Investments

UCIS Too Risky For Investors, Say FCA And Lawyers

Putting cash into an unregulated collective investment scheme (UCIS) is too risky for most investors to consider.

The Financial Conduct Authority (FCA) is to investigate the self-invested pension plan market to look at the pros and cons of UCIS, while specialist lawyers warn the investments are foolhardy unless a due diligence team is going through the contract small print with a fine toothed comb.

And, say lawyers, the highest risk lies with SiPP investors because they and their providers do not have the experience or resources to spot the danger signs.

The short term gains are often tempting to investors, says Gareth Fatchett of Regulatory Legal.

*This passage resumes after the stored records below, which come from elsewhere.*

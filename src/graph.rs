//! What depends on what, and what must run again; generic, knows no cells.
//!
//! A [`Graph`] holds one value a node. After an edit, [`Graph::run`] works out
//! only the nodes that are stale and those whose inputs really changed, each
//! once, in topological order; nodes in a ring are told so instead.

mod event;
mod link;
mod node;
mod order;
mod overlay;
mod revision;
mod ring;
mod values;

#[cfg(test)]
mod tests;

use std::cmp::Reverse;
use std::collections::BinaryHeap;

pub use event::{Effect, Event, Run};
pub use node::Node;
pub use overlay::{Overlay, Plan};
pub use revision::Revision;
pub use values::Values;

use link::Links;
use order::Order;
use ring::Rings;

/// Says whether two values are the same, so that nothing that depends on them
/// needs to run again.
///
/// Numbers should compare by their bits: then a node that is worked out afresh
/// never differs from one that was left alone, and a NaN does not run for ever.
pub trait Same {
    /// Returns `true` if `other` may stand for `self` everywhere.
    fn same(&self, other: &Self) -> bool;
}

/// Values linked by what feeds what, worked out again only where they must be.
///
/// A node that was removed, or that belongs to another graph, is nobody's:
/// setting it does nothing and asking for it finds nothing. Numbers of removed
/// nodes are never used again.
///
/// [`order`](Graph::order), [`ring_of`](Graph::ring_of),
/// [`cycle_of`](Graph::cycle_of) and [`downstream`](Graph::downstream) tell the
/// state as of the last [`run`](Graph::run) or [`settle`](Graph::settle).
///
/// # Examples
///
/// ```
/// use farglow::graph::{Graph, Same};
///
/// struct Number(f64);
/// impl Same for Number {
///     fn same(&self, other: &Self) -> bool {
///         self.0.to_bits() == other.0.to_bits()
///     }
/// }
///
/// let mut graph = Graph::<Number>::new();
/// let width = graph.add();
/// let double = graph.add();
/// graph.set_inputs(double, vec![width]);
/// let run = graph.run(
///     &mut |node, values| {
///         if node == width {
///             Number(0.9)
///         } else {
///             Number(2.0 * values.input(0).map_or(0.0, |number| number.0))
///         }
///     },
///     &mut |_, _| Number(f64::NAN),
/// );
/// assert_eq!(run.ran, [width, double]);
/// assert_eq!(graph.value(double).map(|number| number.0), Some(1.8));
/// ```
#[derive(Clone, Debug)]
pub struct Graph<V> {
    values: Vec<Option<V>>,
    alive: Vec<bool>,
    changed_at: Vec<Revision>,
    stale: Vec<bool>,
    stale_nodes: Vec<Node>,
    links: Links,
    order: Order,
    rings: Rings,
    /// Links added since the last settling that do not agree with the order.
    pending: Vec<(Node, Node)>,
    /// Links that close a ring, and so stand against the order.
    against: Vec<(Node, Node)>,
    /// Whether the order exists: the first settling sorts everything at once.
    sorted: bool,
    links_changed: bool,
    /// Counts changes of links and nodes, so that a plan knows it is old.
    shape: u64,
    revision: Revision,
    population: usize,
}

impl<V> Default for Graph<V> {
    fn default() -> Self {
        Graph {
            values: Vec::new(),
            alive: Vec::new(),
            changed_at: Vec::new(),
            stale: Vec::new(),
            stale_nodes: Vec::new(),
            links: Links::default(),
            order: Order::default(),
            rings: Rings::default(),
            pending: Vec::new(),
            against: Vec::new(),
            sorted: false,
            links_changed: false,
            shape: 0,
            revision: Revision::default(),
            population: 0,
        }
    }
}

impl<V: Same> Graph<V> {
    /// Returns a graph without nodes.
    #[must_use]
    pub fn new() -> Self {
        Graph::default()
    }

    /// Adds a node without inputs, stale, and returns its number.
    pub fn add(&mut self) -> Node {
        let node = Node::from_index(self.values.len());
        self.values.push(None);
        self.alive.push(true);
        self.changed_at.push(self.revision);
        self.stale.push(false);
        self.links.add();
        self.rings.add();
        self.order.add(node);
        self.population += 1;
        self.shape += 1;
        self.mark_stale(node);
        node
    }

    /// Removes a node: the nodes that it feeds lose that input and become stale.
    pub fn remove(&mut self, node: Node) {
        if !self.contains(node) {
            return;
        }
        for dependent in self.links.feeds(node).to_vec() {
            self.mark_stale(dependent);
        }
        self.links.cut(node);
        self.links_changed = true;
        self.shape += 1;
        let index = node.index();
        self.values[index] = None;
        self.alive[index] = false;
        self.order.remove();
        self.population -= 1;
    }

    /// Sets what a node is fed by, in the order in which
    /// [`Values::input`] will number it, and marks the node stale.
    ///
    /// An input given twice counts once, where it was first given; nodes that
    /// the graph does not hold are left out.
    // The owner hands its list over, as the interface promises; it is not kept as it is.
    #[allow(clippy::needless_pass_by_value)]
    pub fn set_inputs(&mut self, node: Node, inputs: Vec<Node>) {
        if !self.contains(node) {
            return;
        }
        self.mark_stale(node);
        if self.links.fed_by(node) == inputs {
            return;
        }
        let alive = &self.alive;
        let known = |input: &Node| alive.get(input.index()).copied().unwrap_or(false);
        let order = &self.order;
        let pending = &mut self.pending;
        let sorted = self.sorted;
        self.links
            .set(node, inputs.iter().copied().filter(known), |from| {
                if sorted && !order.agrees(from, node) {
                    pending.push((from, node));
                }
            });
        self.links_changed = true;
        self.shape += 1;
    }

    /// Marks a node stale: something that is not in the graph changed its value.
    pub fn touch(&mut self, node: Node) {
        if self.contains(node) {
            self.mark_stale(node);
        }
    }

    /// Returns the value that the node had after it last ran, or `None` if it
    /// never did.
    #[must_use]
    pub fn value(&self, node: Node) -> Option<&V> {
        self.values.get(node.index())?.as_ref()
    }

    /// Returns what the node is fed by, in the order in which it was set.
    #[must_use]
    pub fn fed_by(&self, node: Node) -> &[Node] {
        self.links.fed_by(node)
    }

    /// Returns the nodes that the node feeds, by number.
    #[must_use]
    pub fn feeds(&self, node: Node) -> &[Node] {
        self.links.feeds(node)
    }

    /// Returns `true` if the graph holds the node.
    #[must_use]
    pub fn contains(&self, node: Node) -> bool {
        self.alive.get(node.index()).copied().unwrap_or(false)
    }

    /// Returns `true` if the node itself will run at the next run, whatever
    /// becomes of its inputs.
    #[must_use]
    pub fn is_stale(&self, node: Node) -> bool {
        self.contains(node) && self.stale[node.index()]
    }

    /// Returns the number of nodes.
    #[must_use]
    pub fn len(&self) -> usize {
        self.population
    }

    /// Returns `true` if there are no nodes.
    #[must_use]
    pub fn is_empty(&self) -> bool {
        self.population == 0
    }

    /// Returns all nodes so that every node comes after what feeds it.
    ///
    /// Links between members of one ring are the exception. The same edits
    /// always give the same order.
    pub fn order(&self) -> impl Iterator<Item = Node> + '_ {
        self.order.nodes().filter(|node| self.contains(*node))
    }

    /// Returns the members of the ring that the node is in, itself among them,
    /// or `None` if it does not depend on itself.
    ///
    /// The list holds every node that both feeds and is fed by the others. It
    /// starts with the lowest number and follows the links forwards, as far as
    /// they make a single ring.
    #[must_use]
    pub fn ring_of(&self, node: Node) -> Option<&[Node]> {
        self.rings.of(node)
    }

    /// Returns the same as [`ring_of`](Graph::ring_of), as a list of its own.
    #[must_use]
    pub fn cycle_of(&self, node: Node) -> Option<Vec<Node>> {
        self.ring_of(node).map(<[Node]>::to_vec)
    }

    /// Returns the number of runs so far.
    #[must_use]
    pub fn revision(&self) -> Revision {
        self.revision
    }

    /// Returns the run in which the node's value last changed.
    #[must_use]
    pub fn changed_at(&self, node: Node) -> Option<Revision> {
        self.value(node).map(|_| self.changed_at[node.index()])
    }

    /// Works out every stale node and every node one of whose inputs changed,
    /// each once, every node after what feeds it.
    ///
    /// `work` returns the value of a node from the values of its inputs. A node
    /// in a ring gets the value that `ring` returns for it and its ring's
    /// members instead, once, until the ring's members change or the node is
    /// touched. A new value that is the same as the old one stops the wave.
    ///
    /// A ring can be as long as the graph: a value that holds all its members
    /// takes the square of that.
    pub fn run(
        &mut self,
        work: &mut dyn FnMut(Node, &Values<'_, V>) -> V,
        ring: &mut dyn FnMut(Node, &[Node]) -> V,
    ) -> Run {
        self.settle();
        self.revision = self.revision.next();
        let mut run = Run::new(self.revision);
        let mut queue: BinaryHeap<Reverse<u32>> = self
            .stale_nodes
            .drain(..)
            .filter(|node| self.alive[node.index()])
            .map(|node| Reverse(self.order.place(node)))
            .collect();
        while let Some(Reverse(place)) = queue.pop() {
            let node = self.order.at(place);
            let index = node.index();
            let members = self.rings.of(node);
            let value = match members {
                Some(members) => ring(node, members),
                None => work(
                    node,
                    &Values::nominal(&self.values, self.links.fed_by(node)),
                ),
            };
            self.stale[index] = false;
            let effect = match &self.values[index] {
                None => Effect::First,
                Some(old) if old.same(&value) => Effect::CutOff,
                Some(_) => Effect::Changed,
            };
            run.note(Event {
                node,
                effect,
                in_ring: members.is_some(),
            });
            if effect == Effect::CutOff {
                continue;
            }
            self.values[index] = Some(value);
            self.changed_at[index] = self.revision;
            for &dependent in self.links.feeds(node) {
                // What is in a ring does not read its inputs.
                if !self.stale[dependent.index()] && self.rings.of(dependent).is_none() {
                    self.stale[dependent.index()] = true;
                    queue.push(Reverse(self.order.place(dependent)));
                }
            }
        }
        run
    }

    /// Brings order and rings up to date with the links, without running
    /// anything; [`run`](Graph::run) does so by itself.
    pub fn settle(&mut self) {
        if !self.sorted {
            self.sort();
            return;
        }
        self.order.compact(&self.alive);
        if !self.links_changed {
            return;
        }
        self.links_changed = false;
        // Sorting afresh costs about one visit to every node and link: more
        // than that is not worth spending on moving nodes about.
        let budget = self.population + self.links.len();
        let mut spent = 0;
        for (from, to) in std::mem::take(&mut self.pending) {
            if !self.links.has(from, to) {
                continue;
            }
            if !self.order.insert(from, to, &self.links, &mut spent) {
                self.against.push((from, to));
            }
            if spent > budget {
                self.sort();
                return;
            }
        }
        if self.against.is_empty() && self.rings.is_empty() {
            return;
        }
        let links = &self.links;
        self.against.retain(|&(from, to)| links.has(from, to));
        // Every ring has at least one link against the order.
        let heads = self.against.iter().map(|&(_, to)| to);
        let restart = self.rings.find(heads, &self.links);
        for node in restart {
            self.touch(node);
        }
        for (from, to) in std::mem::take(&mut self.against) {
            let held = self.rings.same_ring(from, to);
            if held || !self.order.insert(from, to, &self.links, &mut spent) {
                self.against.push((from, to));
            }
        }
    }

    /// Returns what must be worked out when these nodes get other values, for
    /// [`Overlay::follow`].
    #[must_use]
    pub fn downstream(&self, seeds: &[Node]) -> Plan {
        Plan::new(self, seeds)
    }

    /// Returns an empty overlay for trying other values without changing the
    /// graph.
    #[must_use]
    pub fn overlay(&self) -> Overlay<V> {
        Overlay::new()
    }

    fn sort(&mut self) {
        let heads = (0..self.alive.len())
            .filter(|&index| self.alive[index])
            .map(Node::from_index);
        let restart = self.rings.find(heads, &self.links);
        for node in restart {
            self.touch(node);
        }
        self.order.sort(&self.alive, &self.links, &self.rings);
        self.pending.clear();
        self.against.clear();
        for members in self.rings.all() {
            for &from in members {
                for &to in self.links.feeds(from) {
                    if !self.order.agrees(from, to) {
                        self.against.push((from, to));
                    }
                }
            }
        }
        self.sorted = true;
        self.links_changed = false;
    }

    fn mark_stale(&mut self, node: Node) {
        if !std::mem::replace(&mut self.stale[node.index()], true) {
            self.stale_nodes.push(node);
        }
    }
}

His firm has claimed compensation for investors involved in several UCIS, like Arck, Harlequin Properties and Sustainable AgroEnergy.

Warning to SiPP firms

The warning also comes on the back of news that the Serious Fraud Office is investigating at least two UCIS schemes.

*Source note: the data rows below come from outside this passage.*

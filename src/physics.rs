//! Thermal radiation between a hot surface and a person.
//!
//! SI `f64` in, SI `f64` out: metres, kelvin, W/m². Directions are
//! [`glam::DVec3`] with x east, y north, z up. Surfaces are diffuse emitters.
//! What is finite at the door gives finite numbers; faults are an [`Error`].

pub mod atmosphere;
pub mod cavity;
pub mod constant;
pub mod contact;
pub mod emergency;
mod error;
pub mod exposure;
mod hazard;
pub mod heat_strain;
pub mod opening;
pub mod planck;
pub mod pool;
pub mod radiant;
pub mod region;
pub mod repeated;
pub mod scene;
pub mod screen;
pub mod skin;
pub mod spectrum;
pub mod subtense;
pub mod surface;
pub mod view;
pub mod view_factor;
mod visibility;

pub use error::Error;
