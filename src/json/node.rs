use super::Place;

/// A value and where it begins.
#[derive(Clone, Debug, PartialEq)]
pub struct Node {
    /// The value.
    pub value: Value,
    /// Its first character.
    pub place: Place,
}

/// A JSON value whose parts know their places.
#[derive(Clone, Debug, PartialEq)]
pub enum Value {
    /// `null`.
    Null,
    /// `true` or `false`.
    Bool(bool),
    /// A finite number, and as it was written.
    Number(f64, String),
    /// A text, without its quotes and escapes.
    Text(String),
    /// A list.
    List(Vec<Node>),
    /// An object: its members in the order of the file, each key once.
    Object(Vec<Member>),
}

/// A key of an object and its value.
#[derive(Clone, Debug, PartialEq)]
pub struct Member {
    /// The key, without its quotes and escapes.
    pub key: String,
    /// The key's opening quote.
    pub key_place: Place,
    /// What it holds.
    pub value: Node,
}

impl Value {
    /// Returns what kind of value this is, for messages: "a text", "a list".
    #[must_use]
    pub fn kind(&self) -> &'static str {
        match self {
            Value::Null => "null",
            Value::Bool(true) => "true",
            Value::Bool(false) => "false",
            Value::Number(..) => "a number",
            Value::Text(_) => "a text",
            Value::List(_) => "a list",
            Value::Object(_) => "an object",
        }
    }
}

impl Node {
    /// Returns the text, if it is one.
    #[must_use]
    pub fn as_text(&self) -> Option<&str> {
        match &self.value {
            Value::Text(text) => Some(text),
            _ => None,
        }
    }

    /// Returns the number, if it is one.
    #[must_use]
    pub fn as_number(&self) -> Option<f64> {
        match &self.value {
            Value::Number(number, _) => Some(*number),
            _ => None,
        }
    }

    /// Returns the elements, if it is a list.
    #[must_use]
    pub fn as_list(&self) -> Option<&[Node]> {
        match &self.value {
            Value::List(nodes) => Some(nodes),
            _ => None,
        }
    }

    /// Returns the members, if it is an object.
    #[must_use]
    pub fn as_object(&self) -> Option<&[Member]> {
        match &self.value {
            Value::Object(members) => Some(members),
            _ => None,
        }
    }

    /// Returns what the key holds, if this is an object that has it.
    #[must_use]
    pub fn get(&self, key: &str) -> Option<&Node> {
        let mut members = self.as_object()?.iter();
        members
            .find(|member| member.key == key)
            .map(|member| &member.value)
    }

    /// Returns the same value without places, for writing and for the digest.
    ///
    /// Whole numbers stay whole up to 2⁵³, where every one of them is a
    /// floating point number.
    #[must_use]
    pub fn to_value(&self) -> serde_json::Value {
        use serde_json::Value as Plain;
        match &self.value {
            Value::Null => Plain::Null,
            Value::Bool(truth) => Plain::Bool(*truth),
            Value::Number(number, written) => {
                const EXACT: i64 = 1 << 53;
                match written.parse::<i64>() {
                    Ok(whole) if (-EXACT..=EXACT).contains(&whole) && written != "-0" => {
                        Plain::from(whole)
                    }
                    _ => Plain::from(*number),
                }
            }
            Value::Text(text) => Plain::String(text.clone()),
            Value::List(nodes) => nodes.iter().map(Node::to_value).collect(),
            Value::Object(members) => Plain::Object(
                members
                    .iter()
                    .map(|member| (member.key.clone(), member.value.to_value()))
                    .collect(),
            ),
        }
    }
}
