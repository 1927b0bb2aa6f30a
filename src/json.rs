//! JSON with the place of every value, and without duplicate keys.
//!
//! Texts, numbers and structure are read by serde_json; what is added here is
//! where each of them stands, so that a fault can be shown in its file. Writing
//! keeps the order of keys and always gives the same bytes.

mod error;
mod node;
mod place;
mod read;
mod write;

#[cfg(test)]
mod tests;

pub use error::{Error, Kind};
pub use node::{Member, Node, Value};
pub use place::Place;
pub use read::{LARGEST, MOST_LEVELS, MOST_VALUES, parse};
pub use write::{canonical, write};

“Investors face more of a risk now than ever before when dealing with a UCIS,” said Fatchett.

“Analysing short term gains against long term risk speaks volumes against most UCIS. However, small SiPP firms are receiving around £1,000 a year for these investments and look at that cash rather than taking a long term view.”

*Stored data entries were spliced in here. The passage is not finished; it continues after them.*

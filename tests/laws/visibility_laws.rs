//! What is seen past what hides it: against rays, and by what must hold.

use std::f64::consts::{PI, TAU};

use farglow::physics::region::Region;
use farglow::physics::scene::{Barrier, Looked, Part, Scene, Stance};
use farglow::physics::view::View;
use glam::{DQuat, DVec2, DVec3};
use proptest::prelude::*;

use crate::view_factor_laws::{config, place, region, turned};

/// Where a ray from the origin of `way` first meets a region, as a share of the
/// way: written for this check alone, by the textbook relations.
fn first_hit(region: &Region, from: DVec3, way: DVec3, both_sides: bool) -> Option<f64> {
    let on_plane = |on: DVec3, normal: DVec3, both: bool| {
        let down = way.dot(normal);
        if down == 0.0 || (!both && down > 0.0) {
            return None;
        }
        let share = (on - from).dot(normal) / down;
        (share > 0.0).then_some(share)
    };
    match region {
        Region::Disc {
            centre,
            normal,
            radius,
        } => on_plane(*centre, *normal, both_sides)
            .filter(|share| (from + way * *share).distance(*centre) < *radius),
        Region::Polygon { vertices, normal } | Region::Plate { vertices, normal } => {
            let both = both_sides || matches!(region, Region::Plate { .. });
            on_plane(vertices[0], *normal, both).filter(|share| {
                // The angle that the outline turns about the place: zero outside.
                let place = from + way * *share;
                let mut turned = 0.0;
                for (index, vertex) in vertices.iter().enumerate() {
                    let (a, b) = (
                        *vertex - place,
                        vertices[(index + 1) % vertices.len()] - place,
                    );
                    turned += normal.dot(a.cross(b)).atan2(a.dot(b));
                }
                turned.abs() > PI
            })
        }
        Region::Sphere { centre, radius } => {
            let off = from - *centre;
            let (a, b, c) = (
                way.length_squared(),
                way.dot(off),
                off.length_squared() - radius * radius,
            );
            let root = b * b - a * c;
            let share = (-b - root.max(0.0).sqrt()) / a;
            (root > 0.0 && share > 0.0).then_some(share)
        }
        Region::Cylinder { base, axis, radius } => {
            let length = axis.length();
            let along = *axis / length;
            let off = from - *base;
            let (rise, start) = (way.dot(along), off.dot(along));
            let (flat, side) = (way - along * rise, off - along * start);
            let (a, b, c) = (
                flat.length_squared(),
                flat.dot(side),
                side.length_squared() - radius * radius,
            );
            let mut best: Option<f64> = None;
            let root = b * b - a * c;
            if a > 0.0 && root > 0.0 {
                let share = (-b - root.sqrt()) / a;
                let height = start + share * rise;
                if share > 0.0 && (0.0..=length).contains(&height) {
                    best = Some(share);
                }
            }
            for end in [0.0, length] {
                let share = (end - start) / rise;
                let place = side + flat * share;
                if share.is_finite()
                    && share > 0.0
                    && place.length() < *radius
                    && best.is_none_or(|found| share < found)
                {
                    best = Some(share);
                }
            }
            best
        }
    }
}
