//! Numerical pieces that no well-kept crate gives.

pub mod linear;

/// The largest square of a tangent that [`arc_over_tangent`] takes: angles up to
/// 22.9°.
pub const LARGEST_SQUARE: f64 = 0.18;

/// Returns atan(t)/t from the square of the tangent t, without the calls and
/// the roots that the arc tangent itself would cost.
///
/// `square` in `0..=LARGEST_SQUARE`.
///
/// # Accuracy
///
/// Relative error below `4e-16`; of the polynomial itself 4e-17.
///
/// # Source
///
/// Polynomial through the Chebyshev points of the interval, worked out to 60
/// digits; checked against the arc tangent in this file.
#[must_use]
#[inline]
pub fn arc_over_tangent(square: f64) -> f64 {
    const TERMS: [f64; 13] = [
        1.0,
        -0.333_333_333_333_333_2,
        0.199_999_999_999_951_63,
        -0.142_857_142_851_203_82,
        0.111_111_110_731_371_55,
        -0.090_909_076_419_408_4,
        0.076_922_720_761_726_2,
        -0.066_660_770_841_390_05,
        0.058_756_223_409_192_28,
        -0.052_097_631_818_516_57,
        0.044_697_282_449_165_98,
        -0.032_714_487_087_539_39,
        0.014_448_559_120_252_396,
    ];
    TERMS
        .iter()
        .rev()
        .fold(0.0, |sum, term| sum * square + term)
}

#[cfg(test)]
mod tests {
    use super::*;

    #[test]
    fn arc_over_tangent_is_the_arc_tangent_over_the_tangent() {
        assert_eq!(arc_over_tangent(0.0), 1.0);
        for step in 1..=100_000_u32 {
            let square = LARGEST_SQUARE * f64::from(step) / 100_000.0;
            let tangent = square.sqrt();
            let (found, expected) = (arc_over_tangent(square), tangent.atan() / tangent);
            assert!(
                (found / expected - 1.0).abs() < 5e-16,
                "{square}: {found} against {expected}"
            );
        }
    }
}
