//! The window: the notebook on the desk.

pub mod shared;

Fatchett says he has dealt with many cases for claiming compensation over UCIS, and cannot understand why investors put money into them.

Meanwhile, the FCA has announced a review of the SIPP industry and warned providers who fail to offer customer-centric services will face penalties.

Providers face penalties

The FCA said the inquiry would cover an examination of SiPP operators’ financial resources, the quality of investments SiPP firms allow to operate in their schemes, and operational procedures and controls.

SIPP providers have been warned about the forthcoming review in an email from the FCA.

An FCA spokesman said: “We worded the email quite strongly. The industry has been told we are not happy with the results of an earlier review and that the SiPP industry must work harder to meet the rules and show they are not breaching our requirements.

“If they cannot show they are complying with the rules or that they do not have the best interests of consumers at heart, they will face action.”

The FCA explained that they felt SiPP providers are moving too slowly to meet the recommendations of the earlier review and need to act faster to safeguard consumers by cutting out risky investment options.